Richard E. Jacob scite author profile

Computational fluid dynamics (CFD) models are useful for predicting site-specific dosimetry of airborne materials in the respiratory tract and elucidating the importance of species differences in anatomy, physiology, and breathing patterns. We improved the imaging and model development methods to the point where CFD models for the rat, monkey, and human now encompass airways from the nose or mouth to the lung. A total of 1272, 2172, and 135 pulmonary airways representing 17±7, 19±9, or 9±2 airway generations were included in the rat, monkey and human models, respectively.

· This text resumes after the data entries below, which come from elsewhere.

"""The cells inside a small box of a sheet (the words and values around a result block)."""

from __future__ import annotations

from collections.abc import Iterator, Mapping

from auditor.read.workbook import Cell


def cells_in(
    cells: Mapping[tuple[int, int], Cell], r1: int, c1: int, r2: int, c2: int
) -> Iterator[tuple[tuple[int, int], Cell]]:
    """The cells inside a box: probed one place at a time when the box is smaller than the
    sheet (a window around a result block), else by one walk over the sheet's cells."""
    r1, c1 = max(r1, 1), max(c1, 1)
    if (r2 - r1 + 1) * (c2 - c1 + 1) < len(cells):
        for row in range(r1, r2 + 1):
            for col in range(c1, c2 + 1):
                cell = cells.get((row, col))
                if cell is not None:
                    yield (row, col), cell
        return
    for (row, col), cell in cells.items():
        if r1 <= row <= r2 and c1 <= col <= c2:
            yield (row, col), cell
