def calls(node: Node) -> list[Call]:
    return [n for n in walk(node) if isinstance(n, Call)]


# --- tokens -------------------------------------------------------------------------------------

# Binding powers (left, right) of the infix operators; right = left + 1 makes them left-assoc.
_INFIX = {
    ",": (1, 2),
    "=": (10, 11),
    "<>": (10, 11),
    "<": (10, 11),
    "<=": (10, 11),
    ">": (10, 11),
    ">=": (10, 11),
    "&": (20, 21),
    "+": (30, 31),
    "-": (30, 31),
    "*": (40, 41),
    "/": (40, 41),
    "^": (50, 51),
    " ": (80, 81),
    ":": (90, 91),
}
_PERCENT_BP = 60
_PREFIX_BP = 70
_STORAGE_PREFIXES = ("_XLFN.", "_XLWS.", "_XLUDF.")


@dataclass(frozen=True)
class _Tok:
    kind: str  # NUM TEXT BOOL ERR REF FUNC ( ) , ; { } PREFIX INFIX POSTFIX
    value: str = ""


def _split_outside_quotes(text: str, sep: str) -> list[str]:
    parts, depth_quote, start = [], False, 0
    for i, char in enumerate(text):
        if char == "'":
            depth_quote = not depth_quote  # '' inside a quoted name toggles twice: no effect
        elif char == sep and not depth_quote:
            parts.append(text[start:i])
            start = i + 1
    parts.append(text[start:])
    return parts


def _tokens(text: str) -> list[_Tok]:
    try:
        raw = Tokenizer(text).items
    except (TokenizerError, IndexError, AssertionError, KeyError, ValueError) as exc:
        # The tokenizer signals unbalanced text with several exception types.
        raise FormulaError(f"cannot parse formula {text!r}: {exc}") from exc
    out: list[_Tok] = []
    for item in raw:
        kind, sub, value = item.type, item.subtype, item.value
        if kind == "OPERAND":
            simple = {"NUMBER": "NUM", "TEXT": "TEXT", "LOGICAL": "BOOL", "ERROR": "ERR"}
            out.append(_Tok(simple.get(sub, "REF"), value))
        elif kind == "FUNC" and sub == "OPEN":
            # The tokenizer glues a range operator onto a function: "A1:INDEX(" or ":(".
            head, colon, name = value[:-1].rpartition(":")
            if colon:
                if head:
                    out.append(_Tok("REF", head))
                out.append(_Tok("INFIX", ":"))
            out.append(_Tok("FUNC", name) if name else _Tok("("))
        elif kind in ("FUNC", "PAREN"):
            out.append(_Tok("(" if sub == "OPEN" else ")"))
        elif kind == "ARRAY":
            out.append(_Tok("{" if sub == "OPEN" else "}"))
        elif kind == "SEP":
            out.append(_Tok("," if sub == "ARG" else ";"))
        elif kind == "OPERATOR-PREFIX":
            out.append(_Tok("PREFIX", value))
        elif kind == "OPERATOR-INFIX":
            out.append(_Tok("INFIX", value))
        elif kind == "OPERATOR-POSTFIX":
            out.append(_Tok("POSTFIX", value))
        elif kind == "WHITE-SPACE":
            out.append(_Tok("WS", value))
        else:
            raise FormulaError(f"cannot parse formula {text!r}: unexpected token {value!r}")
    # Whitespace matters only between two operands, where it is the intersection operator.
    ends = {"NUM", "TEXT", "BOOL", "ERR", "REF", ")", "}", "POSTFIX"}
    starts = {"REF", "FUNC", "("}
    cleaned: list[_Tok] = []
    for i, tok in enumerate(out):
        if tok.kind != "WS":
            cleaned.append(tok)
        elif cleaned and cleaned[-1].kind in ends and i + 1 < len(out):
            if out[i + 1].kind in starts:
                cleaned.append(_Tok("INFIX", " "))
    return cleaned


# --- references and names -----------------------------------------------------------------------

_CELL = re.compile(r"^\$?([A-Za-z]{1,3})\$?(\d+)$")
_COLUMN = re.compile(r"^\$?([A-Za-z]{1,3})$")
_ROW = re.compile(r"^\$?(\d+)$")
_NAME_DEPTH_LIMIT = 16


def _split_sheet(part: str) -> tuple[str | None, str]:
    """("'My Data'!$B$2") -> ("'My Data'", "$B$2"): the prefix is cut at the last '!'."""
    pieces = _split_outside_quotes(part, "!")
    if len(pieces) == 1:
        return None, part
    return "!".join(pieces[:-1]), pieces[-1]


def _unquote(prefix: str) -> tuple[str | None, str]:
    """Sheet prefix -> (external workbook marker, sheet name)."""
    if len(prefix) >= 2 and prefix[0] == prefix[-1] == "'":
        prefix = prefix[1:-1].replace("''", "'")
    if "[" in prefix and "]" in prefix:
        cut = prefix.rindex("]") + 1
        return prefix[:cut], prefix[cut:]
    return None, prefix


@dataclass
class _Context:
    text: str
    sheet: str
    workbook: Workbook | None
    depth: int = 0


def _sheet_extent(ctx: _Context, sheet: str) -> tuple[str, int, int]:
    """The workbook's own spelling of a sheet name and its last used row and column."""
    if ctx.workbook is None:
        return sheet, SHEET_ROWS, SHEET_COLS
    found = ctx.workbook.sheet(sheet)
    if found is None:
        return sheet, SHEET_ROWS, SHEET_COLS
    return found.name, max(found.max_row, 1), max(found.max_col, 1)


def _reference(ctx: _Context, text: str) -> Node:
    parts = _split_outside_quotes(text, ":")
    sheet: str | None = None
    external: str | None = None
    bodies: list[str] = []
    for part in parts:
        prefix, body = _split_sheet(part)
        if prefix is not None:
            external, sheet = _unquote(prefix)
        bodies.append(body)
    sheet_name, max_row, max_col = _sheet_extent(ctx, sheet if sheet is not None else ctx.sheet)
    if external is not None:
        sheet_name = sheet or ""
    cells = [_CELL.match(b) for b in bodies]
    if all(cells):
        rows = [int(m.group(2)) for m in cells if m]
        cols = [column_index(m.group(1)) for m in cells if m]
        return RefNode(Ref(sheet_name, min(rows), min(cols), max(rows), max(cols), False, external))
    if len(parts) == 2:
        col_a, col_b = _COLUMN.match(bodies[0]), _COLUMN.match(bodies[1])
        if col_a and col_b:
            c1, c2 = sorted((column_index(col_a.group(1)), column_index(col_b.group(1))))
            return RefNode(Ref(sheet_name, 1, c1, max_row, c2, True, external))
        row_a, row_b = _ROW.match(bodies[0]), _ROW.match(bodies[1])
        if row_a and row_b:
            r1, r2 = sorted((int(row_a.group(1)), int(row_b.group(1))))
            return RefNode(Ref(sheet_name, r1, 1, r2, max_col, False, external, whole_row=True))
    if len(parts) == 1:
        return _name(ctx, bodies[0], sheet, external)
    # "Start:Finish" between two names (or a name and a cell): the range operator applied.
    node = _reference(ctx, parts[0])
    for part in parts[1:]:
        node = Binary(":", node, _reference(ctx, part))
    return node


def _name(ctx: _Context, name: str, sheet: str | None, external: str | None) -> Node:
    if external is not None:
        return NameNode(name, external)
    if "[" in name or ctx.workbook is None:
        return NameNode(name)  # structured table references are left to the caller
    scope = sheet if sheet is not None else ctx.sheet
    refers_to = ctx.workbook.resolve_name(name, scope)
    if refers_to is None or ctx.depth >= _NAME_DEPTH_LIMIT:
        return NameNode(name)  # undefined, or defined in terms of itself
    inner = _Context(f"={refers_to}", scope, ctx.workbook, ctx.depth + 1)
    return _Parser(inner).parse()


# --- the parser ----------------------------------------------------------------------------------


class _Parser:
    def __init__(self, ctx: _Context) -> None:
        self.ctx = ctx
        text = ctx.text if ctx.text.startswith("=") else "=" + ctx.text
        self.toks = _tokens(text)
        self.pos = 0

    def fail(self, why: str) -> FormulaError:
        return FormulaError(f"cannot parse formula {self.ctx.text!r}: {why}")

    def peek(self) -> _Tok | None:
        return self.toks[self.pos] if self.pos < len(self.toks) else None

    def take(self) -> _Tok:
        tok = self.peek()
        if tok is None:
            raise self.fail("it ends too early")
        self.pos += 1
        return tok

    def expect(self, kind: str) -> None:
        tok = self.take()
        if tok.kind != kind:
            raise self.fail(f"expected {kind!r}, found {tok.value or tok.kind!r}")

    def parse(self) -> Node:
        if not self.toks:
            raise self.fail("it is empty")
        node = self.expression(0)
        if self.peek() is not None:
            raise self.fail(f"unexpected {self.take().value or self.toks[self.pos - 1].kind!r}")
        return node

    def expression(self, min_bp: int) -> Node:
        left = self.prefix()
        while (tok := self.peek()) is not None:
            if tok.kind == "POSTFIX" and tok.value == "%":
                if _PERCENT_BP < min_bp:
                    break
                self.pos += 1
                left = Percent(left)
            elif tok.kind == "INFIX" and tok.value in _INFIX:
                left_bp, right_bp = _INFIX[tok.value]
                if left_bp < min_bp:
                    break
                self.pos += 1
                left = Binary(tok.value, left, self.expression(right_bp))
            else:
                break
        return left

    def prefix(self) -> Node:
        tok = self.take()
        kind = tok.kind
        if kind == "NUM":
            return Number(float(tok.value))
        if kind == "TEXT":
            return Text(tok.value[1:-1].replace('""', '"'))
        if kind == "BOOL":
            return Bool(tok.value.upper() == "TRUE")
        if kind == "ERR":
            return ErrorLit(tok.value.upper())
        if kind == "REF":
            return _reference(self.ctx, tok.value)
        if kind == "PREFIX" and tok.value in "+-":
            return Unary(tok.value, self.expression(_PREFIX_BP))
        if kind == "(":
            inner = self.expression(0)
            self.expect(")")
            return inner
        if kind == "FUNC":
            return self.call(tok.value)
        if kind == "{":
            return self.array()
        raise self.fail(f"unexpected {tok.value or kind!r}")

    def call(self, raw_name: str) -> Call:
        name = raw_name.upper()
        while name.startswith(_STORAGE_PREFIXES):
            name = name.split(".", 1)[1]
        args: list[Node] = []
        if self.peek() == _Tok(")"):
            self.pos += 1
            return Call(name, ())
        while True:
            tok = self.peek()
            args.append(Missing() if tok in (_Tok(","), _Tok(")")) else self.expression(0))
            closing = self.take()
            if closing.kind == ")":
                return Call(name, tuple(args))
            if closing.kind != ",":
                raise self.fail(f"expected ',' or ')' in {raw_name}(), found {closing.value!r}")

    def array(self) -> ArrayNode:
        rows: list[tuple[Node, ...]] = []
        row: list[Node] = []
        while True:
            row.append(self.expression(0))
            sep = self.take()
            if sep.kind == ",":
                continue
            rows.append(tuple(row))
            row = []
            if sep.kind == "}":
                break
            if sep.kind != ";":
                raise self.fail(f"unexpected {sep.value or sep.kind!r} in an array constant")
        if len({len(r) for r in rows}) != 1:
            raise self.fail("the rows of an array constant differ in length")
        return ArrayNode(tuple(rows))


@lru_cache(maxsize=4096)
def _parse_free(text: str, sheet: str) -> Node:
    return _parse_now(_Context(text, sheet, None))


# Per-workbook caches, keyed by id() because Workbook (a mutable dataclass) is unhashable;
# a finaliser drops a cache when its workbook is collected.
_BOOK_CACHES: dict[int, dict[tuple[str, str], Node]] = {}


def _book_cache(workbook: Workbook) -> dict[tuple[str, str], Node]:
    key = id(workbook)
    cache = _BOOK_CACHES.get(key)
    if cache is None:
        cache = _BOOK_CACHES[key] = {}
        weakref.finalize(workbook, _BOOK_CACHES.pop, key, None)
    return cache


def parse(text: str, sheet: str, workbook: Workbook | None = None) -> Node:
    """Parse formula ``text`` (with or without '=') written on ``sheet``.

    With a workbook, defined names become the nodes they refer to (sheet scope first) and whole
    columns end at the sheet's last used row. Raises FormulaError on text that cannot be parsed.
    """
    if workbook is None:
        return _parse_free(text, sheet)
    cache = _book_cache(workbook)
    node = cache.get((text, sheet))
    if node is None:
        node = cache[(text, sheet)] = _parse_now(_Context(text, sheet, workbook))
    return node
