"""Concrete advice for the design checks: numbers a reviewer can act on.

"With the present scatter (s = 0.41), Sxx ≥ 412 is needed …; 8 points evenly spaced over 10–40
would give Sxx = 1,050." Every suggested design is computed (auditor.design.power), never guessed,
and
the trade-off is always said: the two-end design minimises the SE but cannot show curvature.
"""

from __future__ import annotations

import math

from auditor.design.metrics import DesignMetrics
from auditor.design.power import smallest_n, sxx_even, sxx_to_detect
from auditor.policy import Policy


def num(value: float | None, sig: int = 3) -> str:
    """A number as a reviewer reads it: 3 significant digits, thousands separated."""
    if value is None or not math.isfinite(value):
        return "—"
    if value == 0.0:
        return "0"
    if abs(value) >= 1000.0:
        return f"{round(value):,}"
    text = f"{value:.{sig}g}"
    return text if "e" not in text else f"{value:.{sig - 1}e}"


def span(low: float, high: float) -> str:
    return f"{num(low, 4)}–{num(high, 4)}"


def percent(share: float | None) -> str:
    return "—" if share is None else f"{100.0 * share:.0f} %"


def trade_off(policy: Policy) -> str:
    levels = int(policy.get("min_levels"))
    return (
        "The two-end design minimises the SE but cannot show curvature: keep at least "
        f"{max(levels, 3)} levels (5 for a calibration) and replicate some of them so that lack "
        "of fit can be tested."
    )


def _tidy_interval(centre: float, width: float, non_negative: bool) -> tuple[float, float]:
    """An interval of at least ``width`` about ``centre``, its ends rounded outwards."""
    step = 10.0 ** math.floor(math.log10(width)) / 2.0
    low = math.floor((centre - width / 2.0) / step) * step
    high = math.ceil((centre + width / 2.0) / step) * step
    if non_negative and low < 0.0:
        low, high = 0.0, math.ceil(width / step) * step
    return low, high


def wider_designs(metrics: DesignMetrics, policy: Policy) -> list[str]:
    """Designs that would detect the slope that matters: a wider range, or more points."""
    target, s, n = metrics.slope_that_matters, metrics.residual_sd, metrics.n
    if not target or s is None or metrics.x_min is None or metrics.x_max is None:
        return []
    parameters = n - (metrics.df or n - 2)
    alpha, power = policy.alpha, policy.get("power")

    def needed(df: int) -> float:
        return sxx_to_detect(target, s, df, alpha, power)

    out = []
    if metrics.working_range is not None:
        low, high = metrics.working_range
        count = smallest_n(lambda k: sxx_even(k, low, high), needed, 3, 10_000, parameters)
        if count is not None:
            out.append(
                f"{count} points evenly spaced over the stated working range {span(low, high)} "
                f"would give Sxx = {num(sxx_even(count, low, high))}"
            )
    if metrics.width_needed and metrics.width_needed > 0.0:
        centre = (metrics.x_min + metrics.x_max) / 2.0
        low, high = _tidy_interval(centre, metrics.width_needed, metrics.x_min >= 0.0)
        count = max(n, int(policy.get("min_levels")))
        if sxx_even(count, low, high) >= needed(count - parameters):
            out.append(
                f"{count} points evenly spaced over {span(low, high)} would give "
                f"Sxx = {num(sxx_even(count, low, high))}"
            )
    if metrics.n_even_needed is not None and metrics.x_max > metrics.x_min:
        out.append(
            f"over the present {span(metrics.x_min, metrics.x_max)}, {metrics.n_even_needed} "
            "evenly spaced points would be needed"
        )
    return out


def detect_sentence(metrics: DesignMetrics, policy: Policy) -> str:
    """'with the present scatter (s = 0.41), Sxx ≥ 412 is needed to detect … today Sxx = 96.'"""
    return (
        f"with the present scatter (s = {num(metrics.residual_sd)}), Sxx ≥ "
        f"{num(metrics.sxx_needed)} is needed to detect a slope of "
        f"{num(metrics.slope_that_matters)} with {percent(policy.get('power'))} power at "
        f"α = {policy.alpha:g}; today Sxx = {num(metrics.sxx)} (x spans "
        f"{span(metrics.x_min or 0.0, metrics.x_max or 0.0)}, {metrics.n} points), so the power "
        f"is {percent(metrics.power)} and the smallest slope this design detects is "
        f"{num(metrics.min_detectable_slope)}"
    )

A CFD/physiologically based pharmacokinetic model previously developed for acrolein was adapted for these anatomically correct extended airway models. Model parameters were obtained from the literature or measured directly. Airflow and acrolein uptake patterns were determined under steady-state inhalation conditions to provide direct comparisons with prior data and nasal-only simulations. Results confirmed that regional uptake was sensitive to airway geometry, airflow rates, acrolein concentrations, air:tissue partition coefficients, tissue thickness, and the maximum rate of metabolism. Nasal extraction efficiencies were predicted to be greatest in the rat, followed by the monkey, and then the human. For both nasal and oral breathing modes in humans, higher uptake rates were predicted for lower tracheobronchial tissues than either the rat or monkey. These extended airway models provide a unique foundation for comparing material transport and site-specific tissue uptake across a significantly greater range of conducting airways in the rat, monkey, and human than prior CFD models.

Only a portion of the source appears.